- _HOW TO COMPLETE THIS TASK_
Copy out each line of the material that includes the word "tests".

- _INPUT_
= Beginning of Section =

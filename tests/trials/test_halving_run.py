"""Successive halving end to end on digits (trials/halving.py): stopped trials reach
trials.csv, `status` and the card as stopped, with their last score, and are never
recommended (two workers, journal file); a run whose worker is SIGKILLed resumes and decides
each job's rung once (journal file and PostgreSQL)."""

from __future__ import annotations

import csv
import math
import os
import signal

import pytest
from optuna.trial import TrialState
from scipy import stats

from kablate.lifecycle import STOPPED
from kablate.report import write_report
from kablate.trials import RunOptions, open_results, run_sweep
from kablate.trials.outcome import verdict
from kablate.trials.status import format_status, read_status
from tests.conftest import write_sweep
from tests.trials.runs import (
    JOBS,
    RACE_SWEEP,
    kablate,
    run_args,
    study_of,
    wait_for_running_trial,
)

STOPPED_STATE = TrialState.PRUNED  # how storage holds a stopped trial (lifecycle.py)

# The racing sweep's data, network, recipe (4 epochs) and plans, with the blind plan, which stays
# near chance (tests/trials/test_race.py), and one more plan; compared after epochs 1 and 2.
HALVING_SWEEP = (
    RACE_SWEEP.format(name="halved", racing="off", seeds="[0]")
    + """
[[plan]]
name = "body-5"
body = "5"

[halving]
enabled = true
first_epoch = 1
factor = 2
"""
)


def rows(path):
    with path.open() as fh:
        return list(csv.DictReader(fh))


@pytest.mark.slow
def test_stopped_trials_are_listed_as_stopped_and_never_recommended(tmp_path):
    sweep = write_sweep(tmp_path, HALVING_SWEEP, "halved")
    opts = RunOptions(results_root=tmp_path / "results", workers=2, show_progress=False)
    summary = run_sweep(sweep, opts)
    n_stopped = summary.counts.get(STOPPED, 0)
    # Four trials reach rung 1 one after another: only a run whose scores rose in the order
    # the trials arrived would stop none.
    assert n_stopped >= 1 and summary.counts.get("done", 0) == 4 - n_stopped
    folder = open_results(summary.results_dir)
    card = write_report(folder, with_erf=False).read_text()
    trials = rows(summary.results_dir / "trials.csv")
    curves = rows(summary.results_dir / "curves.csv")
    stopped = [r for r in trials if r["status"] == STOPPED]
    assert len(stopped) == n_stopped
    for r in stopped:
        # Its score is its last validation accuracy, after a rung's epoch; no test score.
        assert r["score_epoch"] in ("1", "2") and math.isnan(float(r["test_acc"] or "nan"))
        mine = [c for c in curves if c["variant"] == r["variant"]]
        assert mine[-1]["epoch"] == r["score_epoch"]
        assert float(r["val_acc"]) == pytest.approx(float(mine[-1]["val_acc"]))
    variants = {r["variant"]: r for r in rows(summary.results_dir / "variants.csv")}
    for r in stopped:
        v = variants[r["variant"]]
        assert v["recommended"] == "False" and math.isnan(float(v["val_acc_mean"] or "nan"))
        assert v["n_stopped"] == "1" and v["stopped_epoch"] == r["score_epoch"]
    assert sum(v["recommended"] == "True" for v in variants.values()) == 1
    # status: the count, and one '/' per stopped trial.
    text = format_status(read_status(folder))
    assert f"{n_stopped} stopped early (successive halving)" in text
    for r in stopped:
        (line,) = [x for x in text.splitlines() if x.split()[:2] == [r["variant"], "[/]"]]
        assert line.endswith("stopped early by successive halving: not compared")
    # The card: the section, each stopped trial's row, the bias, and the rank agreement.
    assert "#### Successive halving inside trials" in card and "Known bias" in card
    for r in stopped:
        assert f"stopped early by epoch {r['score_epoch']}" in card
    done = [r for r in trials if r["status"] == "done"]
    assert f"{len(stopped)} trial(s) stopped early; {len(done)} ran to the end." in card
    if len(done) >= 3:  # the Spearman ρ of the card is scipy's over the done trials
        early = {c["variant"]: float(c["val_acc"]) for c in curves if c["epoch"] == "1"}
        rho = stats.spearmanr(
            [early[r["variant"]] for r in done], [float(r["val_acc"]) for r in done]
        )[0]
        assert f"| 1 | {len(done)} | {rho:.2f} |" in card


@pytest.mark.slow
def test_a_variant_stopped_on_a_seed_gets_no_more_seeds(tmp_path):
    # One worker: seed 0's trials, then seed 1's, so every stop on seed 0 comes before the
    # variant's seed 1 could be claimed.
    sweep = write_sweep(tmp_path, HALVING_SWEEP.replace("seeds = [0]", "seeds = [0, 1]"), "halved")
    opts = RunOptions(results_root=tmp_path / "results", workers=1, show_progress=False)
    summary = run_sweep(sweep, opts)
    trials = rows(summary.results_dir / "trials.csv")
    by = {(r["variant"], r["seed"]): r for r in trials}
    halted = sorted(r["variant"] for r in trials if r["seed"] == "0" and r["status"] == STOPPED)
    assert halted, "no variant was stopped on seed 0: the sweep no longer exercises halving"
    # The baseline (all-3) is never stopped.
    assert by["all-3", "0"]["status"] == by["all-3", "1"]["status"] == "done"
    not_run = sorted(r["variant"] for r in trials if r["status"] == "retired")
    assert not_run == halted and summary.counts["retired"] == len(halted)
    for name in halted:
        r = by[name, "1"]
        assert (r["retired_why"], r["retired_after"], r["val_acc"]) == ("stopped", "0", "")
    folder = open_results(summary.results_dir)
    text = format_status(read_status(folder))
    assert f"{len(halted)} not run (variant stopped by halving)" in text
    for name in halted:
        (line,) = [x for x in text.splitlines() if x.split()[:1] == [name]]
        assert line.endswith("not run: 1 seed(s), variant stopped by halving after seed 0")
    card = write_report(folder, with_erf=False).read_text()
    assert f"{len(halted)} trial(s) not run: their variant was stopped on another seed." in card
    for name in halted:
        assert f"| {name} | 1 | 0 |" in card
    # The estimate says it is an upper bound; the log re-plans after seed 0's round.
    assert "an upper bound: halving may stop trials early" in summary.estimate
    log = (summary.results_dir / "run.log").read_text()
    assert (
        f"re-plan after seed 0: {4 - len(halted)} trial(s) left to run, {len(halted)} not run"
        in log
    )


@pytest.mark.slow
def test_a_race_decides_its_rounds_without_the_variants_halving_stopped(tmp_path):
    # Racing waits for every variant in the race to finish a seed before it decides the round
    # and enqueues the next seed; a variant stopped by halving is out of the race, else the
    # round after its stop would never be decided and seed 1 never queued.
    text = HALVING_SWEEP.replace("seeds = [0]", "seeds = [0, 1]").replace(
        'racing = "off"', 'racing = "on"'
    )
    sweep = write_sweep(tmp_path, text, "halved")
    opts = RunOptions(results_root=tmp_path / "results", workers=1, show_progress=False)
    summary = run_sweep(sweep, opts)
    assert verdict(summary) == (0, "")
    trials = rows(summary.results_dir / "trials.csv")
    assert not [r for r in trials if r["status"] in ("waiting", "missing", "failed")]
    halted = {r["variant"] for r in trials if r["seed"] == "0" and r["status"] == STOPPED}
    assert halted, "no variant was stopped on seed 0: the sweep no longer exercises halving"
    for r in trials:
        if r["variant"] in halted and r["seed"] == "1":
            assert (r["status"], r["retired_why"]) == ("retired", "stopped")
    race = open_results(summary.results_dir).race()
    assert set(race["rounds"]) == {0, 1}  # both rounds decided
    halted_ids = {r["variant_id"] for r in trials if r["variant"] in halted}
    assert not halted_ids & {v for r in race["rounds"].values() for v in r["compared"]}


@pytest.fixture
def long_halving_sweep(long_sweep):
    """The resume tests' long sweep (2 plans × 2 seeds, 40 epochs), compared after epochs 10
    and 20."""
    text = long_sweep.read_text() + "\n[halving]\nenabled = true\nfirst_epoch = 10\nfactor = 2\n"
    long_sweep.write_text(text)
    return long_sweep


@pytest.mark.slow
def test_a_sigkilled_halving_run_resumes_deciding_each_rung_once(
    long_halving_sweep, tmp_path, storage
):
    results = tmp_path / "results"
    proc = kablate(
        *run_args(long_halving_sweep, results), storage=storage, cwd=tmp_path, wait=False
    )
    key, pid = wait_for_kept_trial(results, storage, proc)
    os.kill(pid, signal.SIGKILL)
    out, err = proc.communicate(timeout=240)
    assert proc.returncode == 0, err
    trials = study_of(results, storage).get_trials()
    assert not [t for t in trials if t.state in (TrialState.RUNNING, TrialState.WAITING)]
    ended = [t.user_attrs["job"] for t in trials if t.state in (TrialState.COMPLETE, STOPPED_STATE)]
    # Each job done or stopped, once; or withdrawn, as its variant was stopped on a seed.
    withdrawn = {t.user_attrs["job"] for t in trials if t.user_attrs.get("outcome") == "retired"}
    assert len(ended) == len(set(ended)) == JOBS - len(withdrawn - set(ended))
    stopped_variants = {t.user_attrs["variant_id"] for t in trials if t.state == STOPPED_STATE}
    assert {t.user_attrs["variant_id"] for t in trials if t.user_attrs["job"] in withdrawn} <= (
        stopped_variants
    )
    killed = [t for t in trials if t.user_attrs.get("job") == key]
    assert [t for t in killed if t.state == TrialState.FAIL]  # lost, then resumed
    # The killed trial went on at the first rung; its resumed trial, from a later checkpoint,
    # does not decide that rung again.
    assert killed[0].user_attrs["halving-rung-0"]["kept"]
    assert "halving-rung-0" not in killed[-1].user_attrs
    for job in set(ended):
        for rung in (0, 1):  # one decision per job and rung, whoever trained it
            mine = [t for t in trials if t.user_attrs.get("job") == job]
            assert sum(f"halving-rung-{rung}" in t.user_attrs for t in mine) <= 1
    for t in trials:
        if t.state == STOPPED_STATE:  # stopped at a rung, after its decision said so
            decisions = [t.user_attrs.get(f"halving-rung-{k}") for k in (0, 1)]
            assert any(d and not d["kept"] for d in decisions + earlier(trials, t))
    again = kablate(*run_args(long_halving_sweep, results), storage=storage, cwd=tmp_path)
    assert again.returncode == 0, again.stderr
    assert "nothing new to train" in again.stdout


def wait_for_kept_trial(results, storage, proc) -> tuple[str, int]:
    """(job key, worker pid) of a running trial that went on at the first rung (epoch 10)."""

    def ready(t) -> bool:
        return bool((t.user_attrs.get("halving-rung-0") or {}).get("kept"))

    return wait_for_running_trial(results, storage, proc, ready, "went on at the first rung")


def earlier(trials, trial) -> list:
    """The rung decisions that the job's other trials recorded."""
    job = trial.user_attrs["job"]
    return [
        t.user_attrs.get(f"halving-rung-{k}")
        for t in trials
        if t.user_attrs.get("job") == job and t.number != trial.number
        for k in (0, 1)
    ]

= End of Section =

- _FINISHED EXERCISE_
filename tests/trials/test_halving_run.py
from tests.conftest import write_sweep
from tests.trials.runs import (
# near chance (tests/trials/test_race.py), and one more plan; compared after epochs 1 and 2.
    """The resume tests' long sweep (2 plans × 2 seeds, 40 epochs), compared after epochs 10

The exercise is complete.